Another solution is to walk the table in question and delete the old rows with DELETE statements. This is not good. The reason is DELETE IS VERY slow. In fact, the rule of thumb is this. You can do 10000s of SELECTS per seconds 10000s of Updates per second 1000s of Inserts per second, 10s of deletes a second. (I am hand waving and being general here). Additionally for INNODB (from this point just assume I am putting everything in the context of using INNODB) DELETES undo references are stored in the master ibdata file for innodb growing said data file unbounded over time. Ever notice that it grows even with innodb_file_per_table on? That's from deletes actions and is useless data. Additionally the only way to shrink that file is to do a full export to text and import after blowing away the master ibdata file(s).


Another solution is a mySQL partition table, think of it as a layer that sits in-front of the storage engine and relies heavily on the optimizer.  The partition table maps statements based on the partition setup to the correct underlying tables.  So, if you have 12 partitions for a table called FacebookInviteHistory, there will be 12 STORAGE ENGINE TABLES for the partition table FacebookInviteHistory in the format of

FacebookInviteHistory#P#<PartitionName>.ibd

Where FacebookInviteHistory is a pointer table in the format of

FacebookInviteHistory.par
FacebookInviteHistory.frm


The benefits of using partition table is the following:
  • Underlying tables can be assigned to specific disk media. 
  • Aggregate functions such as sum and count can easily be parallelized across all partitions providing very quick access to results. 
  • Data that loses it usefulness can be easily removed by dropping the partition containing only that data. 
  • Finally queries can be greatly optimized by the fact that data satisfying a given where clause can be stored only on 1 or more partitions which automatically excludes looking at other partitions-this is called pruning.
These are benefits  IF you set up partitioning correctly AND the partition engine gets enough info from the optimizer to pick the correct partition, else by default it queries ALL partitions. Querying all tables messes up the rule of thumb by reducing that 10K select number to 1K even if the data is not in the other partitions due to the fact of wasted iops and traveling the btree to be told that "Dude the data is not here".
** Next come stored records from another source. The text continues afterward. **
// setLab sets a CIELAB target under the primary illuminant.
func (pr *kmProblem) setLab(t colorimetry.Lab) error {
	if !t.Finite() {
		return fmt.Errorf("target %v: %w", t, colorimetry.ErrNotFinite)
	}
	if pr.spectral {
		return fmt.Errorf("spectral matching needs a target reflectance, not CIELAB")
	}
	pr.labT = t
	pr.uT = de00Metric(t)
	if len(pr.also) > 0 {
		pr.warns = append(pr.warns, "a CIELAB target has no spectrum: metamerism indices are not defined")
		pr.also, pr.alsoIll = nil, nil
	}
	pr.wMeta = 0
	return nil
}

// kmWork holds the scratch space of one combination's solve.
type kmWork struct {
	m       int // number of chromatic variables
	cols    []int
	dk, ds  [][]float64 // K_j − K_w, S_j − S_w per variable
	rm      []float64   // measured reflectance of the mix
	g       [][]float64 // dRm/dx_j per band
	res     []float64   // residual vector
	jac     [][]float64 // residual Jacobian, rows × m
	lab     colorimetry.Lab
	labA    []colorimetry.Lab
	rows    int
	scratch []float64
}

// newWork allocates the scratch space for a combination.
func (pr *kmProblem) newWork(cols []int) *kmWork {
	m := len(cols) - 1
	w := &kmWork{m: m, cols: cols}
	wk := pr.p.Colorants[pr.white]
	w.dk = make([][]float64, m)
	w.ds = make([][]float64, m)
	for j := range m {
		c := pr.p.Colorants[cols[j+1]]
		w.dk[j] = make([]float64, pr.n)
		w.ds[j] = make([]float64, pr.n)
		for l := range pr.n {
			w.dk[j][l] = c.K[l] - wk.K[l]
			w.ds[j][l] = c.S[l] - wk.S[l]
		}
	}
	w.rm = make([]float64, pr.n)
	w.g = make([][]float64, pr.n)
	for l := range w.g {
		w.g[l] = make([]float64, m)
	}
	switch {
	case pr.spectral:
		w.rows = pr.n
	case pr.rt == nil:
		w.rows = 3
	default:
		w.rows = 3 + pr.n
		if pr.wMeta > 0 {
			w.rows += 3 * len(pr.also)
		}
	}
	w.res = make([]float64, w.rows)
	w.jac = make([][]float64, w.rows)
	for i := range w.jac {
		w.jac[i] = make([]float64, m)
	}
	w.labA = make([]colorimetry.Lab, len(pr.also))
	w.scratch = make([]float64, 3*m)
	return w
}

// forward fills w.rm (and w.g when grad) for the chromatic fractions x.
func (pr *kmProblem) forward(w *kmWork, x []float64, grad bool) {
	wk := pr.p.Colorants[pr.white]
	for l := range pr.n {
		k, s := wk.K[l], wk.S[l]
		for j, xj := range x {
			k += xj * w.dk[j][l]
			s += xj * w.ds[j][l]
		}
		if s < 1e-12 {
			s = 1e-12
		}
		q := k / s
		if q < 0 {
			q = 0
		}
		rho := 1.0
		if pr.rho != nil {
			rho = pr.rho[l]
			q = rho*q + pr.delta[l]
			if q < 0 {
				q = 0
			}
		}
		r, dr := rInfSlope(q)
		rm, dm := pr.p.Surface.measuredSlope(r)
		w.rm[l] = rm
		if grad {
			f := rho * dr * dm / s
			for j := range x {
				w.g[l][j] = f * (w.dk[j][l] - (k/s)*w.ds[j][l])
			}
		}
	}
}

// colourRows writes U·(Lab(rm) − labT) under the weights e into res[0:3]
// and, when grad, its Jacobian into jac[0:3]; it returns the Lab.
func colourRows(e *effWeights, u *[3][3]float64, labT colorimetry.Lab, w *kmWork, res []float64, jac [][]float64, grad bool, scale float64) colorimetry.Lab {
	c := e.xyz(w.rm)
	lab := labOf(c, e.white)
	d := [3]float64{lab.L - labT.L, lab.A - labT.A, lab.B - labT.B}
	for i := range 3 {
		var v float64
		for k := i; k < 3; k++ {
			v += u[i][k] * d[k]
		}
		res[i] = scale * v
	}
	if !grad {
		return lab
	}
	jl := labJac(c, e.white)
	// dXYZ/dx_j, then dLab/dx_j, then U·dLab.
	for j := 0; j < w.m; j++ {
		var dx, dy, dz float64
		for l, gl := range w.g {
			dx += gl[j] * e.x[l]
			dy += gl[j] * e.y[l]
			dz += gl[j] * e.z[l]
		}
		var dl [3]float64
		for i := range 3 {
			dl[i] = jl[i][0]*dx + jl[i][1]*dy + jl[i][2]*dz
		}
		for i := range 3 {
			var v float64
			for k := i; k < 3; k++ {
				v += u[i][k] * dl[k]
			}
			jac[i][j] = scale * v
		}
	}
	return lab
}

// residuals fills w.res (and w.jac when grad) at x and returns ½‖res‖².
func (pr *kmProblem) residuals(w *kmWork, x []float64, grad bool) float64 {
	pr.forward(w, x, grad)
	row := 0
	if pr.spectral {
		for l := range pr.n {
			f := 100 * math.Sqrt(pr.specW[l])
			w.res[l] = f * (w.rm[l] - pr.rt[l])
			if grad {
				for j := range w.m {
					w.jac[l][j] = f * w.g[l][j]
				}
			}
		}
		w.lab = labOf(pr.prim.xyz(w.rm), pr.prim.white)
	} else {
		w.lab = colourRows(pr.prim, &pr.uT, pr.labT, w, w.res[0:3], w.jac[0:3], grad, 1)
		row = 3
		if pr.rt != nil {
			f := 100 * math.Sqrt(spectralTie/float64(pr.n))
			for l := range pr.n {
				w.res[row+l] = f * (w.rm[l] - pr.rt[l])
				if grad {
					for j := range w.m {
						w.jac[row+l][j] = f * w.g[l][j]
					}
				}
			}
			row += pr.n
		}
		if pr.wMeta > 0 {
			sw := math.Sqrt(pr.wMeta)
			d0 := [3]float64{w.lab.L - pr.labT.L, w.lab.A - pr.labT.A, w.lab.B - pr.labT.B}
			// The primary Lab Jacobian, recomputed unscaled.
			var j0 [3][]float64
			if grad {
				ident := [3][3]float64{{1, 0, 0}, {0, 1, 0}, {0, 0, 1}}
				tmp := [3]float64{}
				jj := [][]float64{make([]float64, w.m), make([]float64, w.m), make([]float64, w.m)}
				colourRows(pr.prim, &ident, pr.labT, w, tmp[:], jj, true, 1)
				j0 = [3][]float64{jj[0], jj[1], jj[2]}
			}
			for a, e := range pr.also {
				ident := [3][3]float64{{1, 0, 0}, {0, 1, 0}, {0, 0, 1}}
				var dr [3]float64
				ja := [][]float64{w.scratch[0:w.m], w.scratch[w.m : 2*w.m], w.scratch[2*w.m : 3*w.m]}
				w.labA[a] = colourRows(e, &ident, pr.labTA[a], w, dr[:], ja, grad, 1)
				u := &pr.uTA[a]
				for i := range 3 {
					var v float64
					for k := i; k < 3; k++ {
						v += u[i][k] * (dr[k] - d0[k])
					}
					w.res[row+i] = sw * v
					if grad {
						for j := range w.m {
							var dv float64
							for k := i; k < 3; k++ {
								dv += u[i][k] * (ja[k][j] - j0[k][j])
							}
							w.jac[row+i][j] = sw * dv
						}
					}
				}
				row += 3
			}
		}
	}
	var c float64
	for _, r := range w.res {
		c += r * r
	}
	return 0.5 * c
}

// projectSimplex puts x onto {x ≥ 0, Σx ≤ 1} (Euclidean projection).
func projectSimplex(x []float64) {
	var sum float64
	for i, v := range x {
		if v < 0 {
			x[i] = 0
		}
		sum += x[i]
	}
	if sum <= 1 {
		return
	}
	// Projection onto the face Σx = 1, x ≥ 0 (sort-based, Held et al.
	// 1974 / Duchi et al. 2008; from memory).
	u := append([]float64(nil), x...)
	sort.Sort(sort.Reverse(sort.Float64Slice(u)))
	var cum, theta float64
	for i, v := range u {
		cum += v
		t := (cum - 1) / float64(i+1)
		if v-t > 0 {
			theta = t
		}
	}
	for i := range x {
		x[i] = math.Max(x[i]-theta, 0)
	}
}

// lm minimises ½‖res(x)‖² over {x ≥ 0, Σx ≤ 1} by a projected
// Levenberg–Marquardt method and returns the final cost, the iterations
// used and whether it converged. x is updated in place.
func (pr *kmProblem) lm(w *kmWork, x []float64) (float64, int, bool) {
	m := w.m
	cost := pr.residuals(w, x, true)
	lambda := 1e-3
	xn := make([]float64, m)
	h := make([]float64, m*m)
	g := make([]float64, m)
	step := make([]float64, m)
	var freeIdx []int
	for it := 1; it <= pr.maxIter; it++ {
		if cost < 1e-26 {
			return cost, it - 1, true
		}
		// Gradient and Gauss–Newton matrix.
		for j := range m {
			g[j] = 0
			for i := range w.rows {
				g[j] += w.jac[i][j] * w.res[i]
			}
			for k := range m {
				var s float64
				for i := range w.rows {
					s += w.jac[i][j] * w.jac[i][k]
				}
				h[j*m+k] = s
			}
		}
		// Variables held at a bound: x_j = 0 with the gradient pushing
		// below zero; on the face Σx = 1 the white is at 0 and a step that
		// raises Σx is cut by the projection.
		freeIdx = freeIdx[:0]
		var pg float64
		for j := range m {
			if x[j] <= 0 && g[j] > 0 {
				continue
			}
			freeIdx = append(freeIdx, j)
			pg = math.Max(pg, math.Abs(g[j]))
		}
		if pg <= 1e-15*(1+cost) {
			return cost, it - 1, true
		}
		improved := false
		for !improved {
			if !solveDamped(h, g, m, freeIdx, lambda, step) {
				lambda *= 10
				if lambda > 1e16 {
					return cost, it, true
				}
				continue
			}
			for j := range m {
				xn[j] = x[j] + step[j]
			}
			projectSimplex(xn)
			c := pr.residuals(w, xn, false)
			if c < cost {
				improved = true
				var dx float64
				for j := range m {
					dx = math.Max(dx, math.Abs(xn[j]-x[j]))
				}
				copy(x, xn)
				rel := (cost - c) / cost
				cost = pr.residuals(w, x, true)
				lambda = math.Max(lambda/5, 1e-12)
				// A relative decrease below 1e-10 ends the solve:
				// reachable targets converge quadratically to a cost
				// near 0 and stop above, and far-off combinations that
				// creep along a valley are not worth the iterations.
				if rel < 1e-10 || dx < 1e-15 {
					return cost, it, true
				}
			} else {
				lambda *= 8
				if lambda > 1e16 {
					// No descent left at machine precision: a
					// stationary point.
					pr.residuals(w, x, true)
					return cost, it, true
				}
			}
		}
	}
	return cost, pr.maxIter, false
}

// solveDamped solves (H + λ·diag(H) + λ·1e-12·I)·δ = −g on the free
// variables (δ = 0 elsewhere) by Cholesky; false when not positive
// definite.
func solveDamped(h, g []float64, m int, freeIdx []int, lambda float64, step []float64) bool {
	for j := range step {
		step[j] = 0
	}
	k := len(freeIdx)
	if k == 0 {
		return true
	}
	var a [64]float64
	var b [8]float64
	if k > 8 {
		return solveDampedLarge(h, g, m, freeIdx, lambda, step)
	}
	for r, i := range freeIdx {
		for c, j := range freeIdx {
			a[r*k+c] = h[i*m+j]
		}
		a[r*k+r] += lambda*h[i*m+i] + lambda*1e-12 + 1e-300
		b[r] = -g[i]
	}
	// Cholesky in place.
	for j := range k {
		s := a[j*k+j]
		for p := range j {
			s -= a[j*k+p] * a[j*k+p]
		}
		if !(s > 0) {
			return false
		}
		d := math.Sqrt(s)
		a[j*k+j] = d
		for i := j + 1; i < k; i++ {
			v := a[i*k+j]
			for p := range j {
				v -= a[i*k+p] * a[j*k+p]
			}
			a[i*k+j] = v / d
		}
	}
	for i := range k {
		v := b[i]
		for p := range i {
			v -= a[i*k+p] * b[p]
		}
		b[i] = v / a[i*k+i]
	}
	for i := k - 1; i >= 0; i-- {
		v := b[i]
		for p := i + 1; p < k; p++ {
			v -= a[p*k+i] * b[p]
		}
		b[i] = v / a[i*k+i]
	}
	for r, i := range freeIdx {
		step[i] = b[r]
	}
	return true
}

// solveDampedLarge is solveDamped for more than 8 free variables, with
// gonum.
func solveDampedLarge(h, g []float64, m int, freeIdx []int, lambda float64, step []float64) bool {
	k := len(freeIdx)
	a := mat.NewSymDense(k, nil)
	b := mat.NewVecDense(k, nil)
	for r, i := range freeIdx {
		for c, j := range freeIdx {
			if c >= r {
				a.SetSym(r, c, h[i*m+j])
			}
		}
		a.SetSym(r, r, h[i*m+i]*(1+lambda)+lambda*1e-12+1e-300)
		b.SetVec(r, -g[i])
	}
	var ch mat.Cholesky
	if !ch.Factorize(a) {
		return false
	}
	var x mat.VecDense
	if err := ch.SolveVecTo(&x, b); err != nil {
		return false
	}
	for r, i := range freeIdx {
		step[i] = x.AtVec(r)
	}
	return true
}

// start returns a start point for the combination: the linearised
// two-constant equations Σ cᵢ·(Kᵢ − q_t·Sᵢ) = 0 per band, weighted by
// |dRm/dq| at the target, with a heavily weighted Σ cᵢ = 1 row, solved by
// NNLS (Allen-type start). Without a target spectrum, or when NNLS finds
// nothing, 0.7 white and the rest shared equally.
func (pr *kmProblem) start(cols []int) []float64 {
	m := len(cols) - 1
	x := make([]float64, m)
	fixed := func() []float64 {
		for j := range x {
			x[j] = 0.3 / float64(m)
		}
		return x
	}
	if pr.qt == nil {
		return fixed()
	}
	a := mat.NewDense(pr.n+1, len(cols), nil)
	b := make([]float64, pr.n+1)
	var amax float64
	for l := range pr.n {
		q := pr.qt[l]
		if pr.rho != nil {
			// The corrected model's q' = ρ·q + δ: solve for q = (q_t − δ)/ρ.
			q = math.Max((q-pr.delta[l])/pr.rho[l], 0)
		}
		_, dr := rInfSlope(q)
		r := ReflectanceInf(q)
		_, dm := pr.p.Surface.measuredSlope(r)
		wt := math.Abs(dr * dm)
		for k, ci := range cols {
			c := pr.p.Colorants[ci]
			v := wt * (c.K[l] - q*c.S[l])
			a.Set(l, k, v)
			amax = math.Max(amax, math.Abs(v))
		}
	}
	big := 1e3 * math.Max(1, amax)
	for k := range cols {
		a.Set(pr.n, k, big)
	}
	b[pr.n] = big
	c, _, err := NNLS(a, b)
	if err != nil {
		return fixed()
	}
	var sum float64
	for _, v := range c {
		sum += v
	}
	if !(sum > 0) {
		return fixed()
	}
	for j := range m {
		x[j] = c[j+1] / sum
	}
	projectSimplex(x)
	return x
}

// solveCombo solves one colorant combination from the given start (nil:
// the NNLS start).
func (pr *kmProblem) solveCombo(cols []int, x0 []float64) kmResult {
	w := pr.newWork(cols)
	x := x0
	if x == nil {
		x = pr.start(cols)
	}
	x = append([]float64(nil), x...)
	cost, it, ok := pr.lm(w, x)
	return pr.finish(w, x, it, ok, cost)
}

// retry solves a combination again from a second start, mostly white with
// the rest shared equally, and returns the better of the two results.
func (pr *kmProblem) retry(r kmResult) kmResult {
	y := make([]float64, len(r.cols)-1)
	for j := range y {
		y[j] = 0.1 / float64(len(y))
	}
	t := pr.solveCombo(r.cols, y)
	t.iters += r.iters
	if t.cost < r.cost {
		return t
	}
	r.iters = t.iters
	return r
}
This being said it still looks like a good feature to use but I have some questions which Google could not answer for me.

Question: Does adding or dropping partitions lock other partitions?
Short Answer: No
Long Answer:

For this table:

CREATE TABLE PartitionTest (
 senderId bigint(20) unsigned NOT NULL,
 recipientId bigint(20) unsigned NOT NULL,
 createDate datetime NOT NULL DEFAULT 0,
 PRIMARY KEY (senderId, recipientId, createDate)
)
PARTITION BY RANGE ( TO_DAYS(createDate) ) (
    PARTITION Jan2012 VALUES LESS THAN (TO_DAYS('2012-02-01')),
    PARTITION Feb2012 VALUES LESS THAN (TO_DAYS('2012-03-01')),
    PARTITION Mar2012 VALUES LESS THAN (TO_DAYS('2012-04-01')),
    PARTITION Apr2012 VALUES LESS THAN (TO_DAYS('2012-05-01')),
    PARTITION May2012 VALUES LESS THAN (TO_DAYS('2012-06-01')),
    PARTITION Jun2012 VALUES LESS THAN (TO_DAYS('2012-07-01')),
    PARTITION Jul2012 VALUES LESS THAN (TO_DAYS('2012-08-01'))
);



I wrote a benchmarking tool that simulates my type of concurrency writing at double the rate. Think of this tool as mysqlslap but specific for my table structures and load. Next I ran an administration command to add a partition drop it and add it again.

mysql> ALTER TABLE PartitionTest ADD PARTITION (PARTITION Aug2012 VALUES LESS THAN (TO_DAYS('2012-09-01')));
Query OK, 0 rows affected (0.03 sec)
Records: 0  Duplicates: 0  Warnings: 0

mysql> ALTER TABLE PartitionTest DROP PARTITION Aug2012;
Query OK, 0 rows affected (0.02 sec)
Records: 0  Duplicates: 0  Warnings: 0

mysql> ALTER TABLE PartitionTest ADD PARTITION (PARTITION Aug2012 VALUES LESS THAN (TO_DAYS('2012-09-01')));
Query OK, 0 rows affected (0.04 sec)
Records: 0  Duplicates: 0  Warnings: 0



QPS from the tool did not drop.


Question: Can you create a circular queue of Partition tables?
Short Answer: No in 5.1, Yes in 5.6 sort of.

Long Answer:

Lets imagine you wanted to create 12 partitions with a RANGE ON MONTH(createDate) each month would map to one of the 12 partitions. The goal is to drop data that is over two months old, so on June 1st-Jan to April's data can be dropped. This does not work in 5.1. In 5.1 you need to add ranges that is greater then the previous range. In 5.6 you can truncate a partition. But in both mysql versions pruning just does not work on a range on MONTH of createDate so its just not an efficient partition for reads. For date and datetime fields TO_DAYS and YEAR, are pruning friendly. In 5.6 TO_SECONDS is pruning friendly. For some good reading check out Mikael's blog on 5.1 and 5.6 date columns and pruning. Try not to use timestamp columns when partitioning data. Its been very buggy in the past and does not work well with pruning. Even though you may save 4 bytes per row with timestamp the work is just not in place to partition TIMESTAMP COLUMNS.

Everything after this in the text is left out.